Saved entries
BEGIN
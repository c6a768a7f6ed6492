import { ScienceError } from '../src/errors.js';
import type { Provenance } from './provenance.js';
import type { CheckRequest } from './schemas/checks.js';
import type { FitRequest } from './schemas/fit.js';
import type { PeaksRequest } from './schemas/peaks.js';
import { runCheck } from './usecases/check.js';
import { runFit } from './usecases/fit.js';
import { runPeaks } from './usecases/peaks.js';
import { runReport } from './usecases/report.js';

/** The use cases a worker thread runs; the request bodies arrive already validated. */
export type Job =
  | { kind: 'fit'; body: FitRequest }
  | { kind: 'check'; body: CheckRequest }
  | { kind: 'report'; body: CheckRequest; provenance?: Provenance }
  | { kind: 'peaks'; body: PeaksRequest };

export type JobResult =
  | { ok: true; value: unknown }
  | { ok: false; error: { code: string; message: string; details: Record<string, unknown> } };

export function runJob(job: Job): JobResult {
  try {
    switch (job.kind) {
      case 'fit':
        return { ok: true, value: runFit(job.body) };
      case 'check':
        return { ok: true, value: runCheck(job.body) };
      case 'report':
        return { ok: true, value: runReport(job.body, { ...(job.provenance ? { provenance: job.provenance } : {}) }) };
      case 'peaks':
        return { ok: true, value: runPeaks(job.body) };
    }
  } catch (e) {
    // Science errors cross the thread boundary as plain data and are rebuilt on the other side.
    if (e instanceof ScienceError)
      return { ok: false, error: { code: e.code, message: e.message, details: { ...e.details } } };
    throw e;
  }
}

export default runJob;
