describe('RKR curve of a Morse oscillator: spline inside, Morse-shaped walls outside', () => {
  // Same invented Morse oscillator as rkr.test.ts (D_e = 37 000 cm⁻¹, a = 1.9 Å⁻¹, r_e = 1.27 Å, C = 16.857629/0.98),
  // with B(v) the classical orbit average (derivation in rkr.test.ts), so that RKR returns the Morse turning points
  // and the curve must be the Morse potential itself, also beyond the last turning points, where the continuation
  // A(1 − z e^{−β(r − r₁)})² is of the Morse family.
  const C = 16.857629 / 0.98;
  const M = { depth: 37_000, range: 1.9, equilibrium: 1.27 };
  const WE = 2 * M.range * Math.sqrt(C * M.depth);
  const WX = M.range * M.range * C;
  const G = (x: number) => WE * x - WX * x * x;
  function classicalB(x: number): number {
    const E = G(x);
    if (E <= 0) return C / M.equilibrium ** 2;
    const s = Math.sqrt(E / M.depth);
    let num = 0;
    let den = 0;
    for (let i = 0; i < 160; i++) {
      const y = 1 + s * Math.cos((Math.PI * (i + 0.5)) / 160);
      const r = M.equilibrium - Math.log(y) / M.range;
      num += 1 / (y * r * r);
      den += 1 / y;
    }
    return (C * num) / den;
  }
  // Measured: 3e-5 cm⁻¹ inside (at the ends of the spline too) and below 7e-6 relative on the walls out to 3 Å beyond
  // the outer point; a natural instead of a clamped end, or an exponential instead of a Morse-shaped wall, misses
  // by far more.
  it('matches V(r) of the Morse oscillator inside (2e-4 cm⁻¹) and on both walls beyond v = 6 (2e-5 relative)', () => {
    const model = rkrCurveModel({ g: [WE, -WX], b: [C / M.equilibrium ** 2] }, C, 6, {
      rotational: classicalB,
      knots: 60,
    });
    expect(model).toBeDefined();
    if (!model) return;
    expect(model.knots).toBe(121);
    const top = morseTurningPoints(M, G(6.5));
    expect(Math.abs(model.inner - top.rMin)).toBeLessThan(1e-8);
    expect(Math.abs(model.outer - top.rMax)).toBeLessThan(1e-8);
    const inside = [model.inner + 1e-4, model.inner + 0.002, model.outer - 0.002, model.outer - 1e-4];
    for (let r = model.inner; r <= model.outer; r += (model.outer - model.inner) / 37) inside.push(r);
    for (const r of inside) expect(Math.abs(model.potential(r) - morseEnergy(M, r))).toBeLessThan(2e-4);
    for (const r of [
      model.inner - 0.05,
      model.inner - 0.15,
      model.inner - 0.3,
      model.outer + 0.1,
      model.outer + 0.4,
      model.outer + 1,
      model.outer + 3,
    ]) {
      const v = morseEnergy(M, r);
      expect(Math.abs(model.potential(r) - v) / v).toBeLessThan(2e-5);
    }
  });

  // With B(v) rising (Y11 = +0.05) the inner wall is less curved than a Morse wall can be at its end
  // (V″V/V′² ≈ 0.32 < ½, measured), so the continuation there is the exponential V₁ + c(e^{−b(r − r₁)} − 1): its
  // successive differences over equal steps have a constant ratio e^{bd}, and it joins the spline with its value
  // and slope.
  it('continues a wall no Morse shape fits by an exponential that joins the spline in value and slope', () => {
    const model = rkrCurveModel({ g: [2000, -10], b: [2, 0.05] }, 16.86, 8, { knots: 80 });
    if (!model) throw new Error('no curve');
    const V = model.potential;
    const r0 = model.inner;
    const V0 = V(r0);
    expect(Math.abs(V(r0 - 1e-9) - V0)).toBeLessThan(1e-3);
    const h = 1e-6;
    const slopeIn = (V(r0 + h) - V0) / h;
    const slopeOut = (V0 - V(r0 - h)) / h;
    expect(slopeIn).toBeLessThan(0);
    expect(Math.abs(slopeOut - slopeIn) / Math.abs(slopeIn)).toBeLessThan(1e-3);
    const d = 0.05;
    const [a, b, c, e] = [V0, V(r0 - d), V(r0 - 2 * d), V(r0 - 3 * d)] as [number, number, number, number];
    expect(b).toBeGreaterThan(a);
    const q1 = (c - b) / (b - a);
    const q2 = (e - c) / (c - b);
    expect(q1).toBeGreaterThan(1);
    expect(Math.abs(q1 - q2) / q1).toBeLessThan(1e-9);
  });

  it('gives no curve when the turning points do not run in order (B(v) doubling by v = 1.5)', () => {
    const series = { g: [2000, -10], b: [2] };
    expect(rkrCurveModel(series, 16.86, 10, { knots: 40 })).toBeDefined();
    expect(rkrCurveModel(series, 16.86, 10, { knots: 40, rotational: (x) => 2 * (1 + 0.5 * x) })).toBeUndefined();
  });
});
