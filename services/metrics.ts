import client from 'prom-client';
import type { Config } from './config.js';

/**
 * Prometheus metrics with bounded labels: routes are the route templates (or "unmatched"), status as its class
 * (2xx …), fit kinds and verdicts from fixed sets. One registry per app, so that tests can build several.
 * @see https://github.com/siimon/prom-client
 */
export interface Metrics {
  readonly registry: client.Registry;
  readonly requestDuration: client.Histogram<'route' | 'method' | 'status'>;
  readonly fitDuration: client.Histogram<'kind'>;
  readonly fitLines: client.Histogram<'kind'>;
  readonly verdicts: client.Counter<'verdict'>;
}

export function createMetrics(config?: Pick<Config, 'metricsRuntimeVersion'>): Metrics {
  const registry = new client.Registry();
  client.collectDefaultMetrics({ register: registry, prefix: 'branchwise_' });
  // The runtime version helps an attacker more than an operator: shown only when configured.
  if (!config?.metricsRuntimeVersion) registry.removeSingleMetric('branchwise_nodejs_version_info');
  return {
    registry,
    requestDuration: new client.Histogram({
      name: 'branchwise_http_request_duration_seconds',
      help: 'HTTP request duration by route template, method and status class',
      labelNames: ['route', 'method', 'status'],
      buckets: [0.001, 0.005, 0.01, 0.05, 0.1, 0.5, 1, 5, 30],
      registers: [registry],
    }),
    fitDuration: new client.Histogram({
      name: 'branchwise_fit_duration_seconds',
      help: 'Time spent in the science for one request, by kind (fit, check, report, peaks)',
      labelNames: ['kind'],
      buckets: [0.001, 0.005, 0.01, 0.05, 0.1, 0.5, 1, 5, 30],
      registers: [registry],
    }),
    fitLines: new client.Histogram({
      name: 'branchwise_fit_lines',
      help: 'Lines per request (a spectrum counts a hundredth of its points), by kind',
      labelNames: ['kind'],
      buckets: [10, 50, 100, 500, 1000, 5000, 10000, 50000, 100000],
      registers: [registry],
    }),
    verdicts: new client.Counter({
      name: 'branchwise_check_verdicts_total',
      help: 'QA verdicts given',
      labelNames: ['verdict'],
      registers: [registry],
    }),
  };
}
END
For every line of the entries holding the string "rkrCurveModel", add one to a tally; give the final figure only.

> Task solution
4